先日、映画『リズと青い鳥』を見てきました。
京都アニメーション制作。
TVシリーズ『響け!ユーフォニアム』でシリーズ演出を務めていた山田尚子監督作品。
私はTVシリーズが好きで見てましたけど(原作は未読)、今作はキャラクターデザインはじめ、作品の方向性やコンセプトなどTVシリーズとはガラッと趣を変えてきており、山田監督の独自色が非常に強い映画になっていました。
タイトルに『響け!ユーフォニアム』の冠が付いていないのも、独立した映画として作られているという意識の表れなんでしょうかね。
TVシリーズがストレートなエンタメ作品だったのに対し、今作では二人の少女の密やかな関係性・心の機微を、抑制された客観的視点で淡々と描きつつ、寓話的物語のパートを組み込むことでかなり抽象性・文学性の高い作品になっていると思いました。
(作品のムードが美しすぎて、スポコン的な部活物の雰囲気はまるで感じられない・・・)。
山田監督の演出の特徴として、登場人物の心情をセリフではなくちょっとした仕草や表情、風景描写などで間接的に表現することが多いですが、今作ではその技法がさらに高度に洗練されたものとなっており、
二人の少女の関係性・心の機微を描くことが、視線の落とし方やかすかな息遣い、歩き方や靴音、手や足の動きや組み方、キャラクターの位置関係や身体の距離感、構図、フルートとオーボエのソロの掛け合い、劇伴や物音、キャラクターの声のトーンなど、記号的ではない非言語的要素の組み合わせとして表現されているようです。
(人の心の機微を映像で表現するという点で、山田監督はもはや独自の領域を極めつつあるのではないか、と思うぐらい特徴的なものになっていました)。

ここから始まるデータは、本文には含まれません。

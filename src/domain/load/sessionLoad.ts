import { mean } from '#src/domain/statistics/mean.ts';
import { requireFiniteNumber } from '#src/domain/statistics/requireFiniteNumber.ts';
import { sampleStandardDeviation } from '#src/domain/statistics/sampleStandardDeviation.ts';

/** One session: effort on the CR10 scale, 0 to 10, and its length in minutes. */
export interface TrainingSession {
  rpe: number;
  minutes: number;
}

/** The sessions of each of seven consecutive days; a day of rest is an empty list. */
export interface SessionLoadInput {
  days: readonly (readonly TrainingSession[])[];
}

/** Loads in arbitrary units (effort × minutes); monotony and strain are null where the seven days are alike. */
export interface SessionLoad {
  daily: number[];
  week: number;
  mean: number;
  sd: number;
  monotony: number | null;
  strain: number | null;
  reason: string | null;
}

/**
 * Session-RPE load of a week: effort × minutes summed by day and week, monotony = mean/SD of the seven days
 * (rest days as 0, sample SD), strain = week · monotony. There is no cut-off for children.
 *
 * Source: Foster 1998 and Foster et al. 2001 (formulas read).
 *
 * @param input exactly seven days
 * @throws {RangeError} if there are not seven days, an effort is outside 0 to 10, or minutes are negative
 * @example sessionLoad({ days: [[{ rpe: 6, minutes: 60 }], [], [], [], [], [], []] }).week // → 360
 */
export function sessionLoad({ days }: SessionLoadInput): SessionLoad {
  if (days.length !== 7) throw new RangeError(`sessionLoad requires seven days, got ${days.length}`);
  const daily = days.map((sessions) =>
    sessions.reduce((sum, { rpe, minutes }) => {
      requireFiniteNumber('sessionLoad', 'rpe', rpe, { min: 0, max: 10 });
      requireFiniteNumber('sessionLoad', 'minutes', minutes, { min: 0 });
      return sum + rpe * minutes;
    }, 0),
  );
  const week = daily.reduce((sum, load) => sum + load, 0);
  const average = mean(daily);
  const sd = sampleStandardDeviation(daily);
  const common = { daily, week, mean: average, sd };
  if (sd === 0) {
    return { ...common, monotony: null, strain: null, reason: 'all seven days are alike: monotony is undefined' };
  }
  const monotony = average / sd;
  return { ...common, monotony, strain: week * monotony, reason: null };
}
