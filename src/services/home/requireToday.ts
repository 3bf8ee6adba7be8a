import { may, requirePermission } from '#src/access/permissions.ts';
import { isStaff, type Viewer } from '#src/access/viewer.ts';
import { asViewer } from '#src/db/client.ts';
import { listOwnAthletes } from '#src/db/queries/athletes.ts';
import { countWaiting, listOpenDays } from '#src/db/queries/home.ts';
import { listGrowthMeasures } from '#src/db/queries/growthMeasures.ts';
import { headerOf } from '#src/services/records/loadHeader.ts';
import { todayIn } from '#src/services/today.ts';

/** What needs the viewer now: staff see open outruns, restrictions, values that wait; families their own children. */
export function requireToday(viewer: Viewer) {
  requirePermission(viewer, 'today:see');
  return asViewer(viewer, async (trx) => {
    const athletes = await listOwnAthletes(trx);
    const today = todayIn(viewer.timeZone);
    if (!isStaff(viewer)) {
      const growth =
        athletes.length === 0
          ? []
          : await listGrowthMeasures(
              trx,
              athletes.map(({ id }) => id),
            );
      return {
        kind: 'family' as const,
        children: athletes.map((row) =>
          headerOf(
            row,
            growth.filter(({ athleteId }) => athleteId === row.id),
            today,
          ),
        ),
      };
    }
    const headers = athletes.map((row) => headerOf(row, [], today));
    const settles = may(viewer, 'trial:settle');
    return {
      kind: 'staff' as const,
      today,
      outruns: headers.filter(({ outrun }) => outrun !== null).sort(byNeed),
      restricted: headers.filter(({ cautions }) => cautions.restrictions.length > 0),
      waiting: settles ? await countWaiting(trx) : null,
      openDays: settles ? await listOpenDays(trx) : [],
    };
  });
}

type Header = ReturnType<typeof headerOf>;

// Act before Look, what nobody has discussed before what is in hand, then the newest.
function byNeed(a: Header, b: Header): number {
  const rank = ({ outrun }: Header) =>
    (outrun?.level === 'act' ? 0 : 3) + ['raised', 'discussed', 'in hand'].indexOf(outrun?.state ?? '');
  return rank(a) - rank(b) || (b.outrun?.levelSince ?? '').localeCompare(a.outrun?.levelSince ?? '');
}
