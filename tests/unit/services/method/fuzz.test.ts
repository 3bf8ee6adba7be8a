import type { APIContext } from 'astro';
import fc from 'fast-check';
import { describe, expect, it, vi } from 'vitest';
import { z } from 'zod';
import { POST } from '#src/pages/api/method/[name].ts';
import { CALCULATOR_NAMES } from '#src/schemas/method/calculatorNames.ts';
import { CALCULATORS } from '#src/services/method/calculators.ts';
import { arbitraryOf, type Shape } from '#tests/unit/services/method/arbitraryRequest.ts';

vi.mock('#src/auth/limits.ts', () => ({ clientAddress: () => 'test', consumeMethod: async () => undefined }));

async function answerTo(name: string, body: string): Promise<{ status: number; body: Record<string, unknown> }> {
  const request = new Request(`http://127.0.0.1/api/method/${name}`, {
    method: 'POST',
    headers: { 'content-type': 'application/json' },
    body,
  });
  const context = { request, params: { name }, routePattern: '/api/method/[name]' } as unknown as APIContext;
  const response = await POST(context);
  return { status: response.status, body: (await response.json()) as Record<string, unknown> };
}

/** 200 with a reason field, or 422 with places; nothing else, whatever comes. */
function expectContract({ status, body }: Awaited<ReturnType<typeof answerTo>>) {
  expect([200, 422]).toContain(status);
  if (status === 200) {
    const { reason } = body;
    expect(reason === null || typeof reason === 'string').toBe(true);
    return;
  }
  expect(body['title']).toBe('Please check the values');
  expect((body['errors'] as unknown[]).length).toBeGreaterThan(0);
}

/** Replaces one part of a value, wherever it is. */
function withPart(value: unknown, choice: number, part: unknown): unknown {
  if (typeof value !== 'object' || value === null || choice % 4 === 0) return part;
  const keys = Object.keys(value);
  const key = keys[choice % Math.max(1, keys.length)];
  if (key === undefined) return part;
  const copy = (Array.isArray(value) ? [...value] : { ...value }) as Record<string, unknown>;
  copy[key] = withPart(copy[key], Math.floor(choice / 4), part);
  return copy;
}

describe.each(CALCULATOR_NAMES)('%s', (name) => {
  const { schema } = CALCULATORS[name];
  const shaped = arbitraryOf(z.toJSONSchema(schema, { unrepresentable: 'any' }) as Shape);

  it('answers any body of the right shape with 200 or 422, every number finite', async () => {
    let accepted = 0;
    await fc.assert(
      fc.asyncProperty(shaped, async (body) => {
        const answer = await answerTo(name, JSON.stringify(body));
        expectContract(answer);
        if (answer.status === 200) accepted += 1;
      }),
      { numRuns: 250 },
    );
    expect(accepted).toBeGreaterThan(0);
  });

  it('answers a body with one part replaced by anything with 200 or 422', async () => {
    await fc.assert(
      fc.asyncProperty(shaped, fc.nat(), fc.jsonValue(), async (body, choice, part) => {
        expectContract(await answerTo(name, JSON.stringify(withPart(body, choice, part))));
      }),
      { numRuns: 200 },
    );
  });

  it('answers any text with 200 or 422', async () => {
    await fc.assert(
      fc.asyncProperty(fc.oneof(fc.json(), fc.string()), async (text) => {
        expectContract(await answerTo(name, text));
      }),
      { numRuns: 50 },
    );
  });
});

説明的ではない(記号的ではない)登場人物の心の動き(二人の関係性の変化の過程)が映像・音そのほか非言語的に表現されているので、見ている方もそれなりの理解力が要求される作品でした・・・。
「閉じ込められている」イメージ
▲フグに「希美」とか名前つけてそう
作品に通底するものとして「閉じ込められている」「束縛されている」「捉われている」というイメージがあり、
そこから「解放されていく」というのが一つの流れになっているのかなという印象を受けました。
「希美」と「みぞれ」という二人の主人公ですが、その二人がそれぞれ「何に」閉じ込められ、束縛され、捉われているのか、そしてそこからどのように「解放されるのか」というあたりが、一つのテーマになっているのかなという感じ。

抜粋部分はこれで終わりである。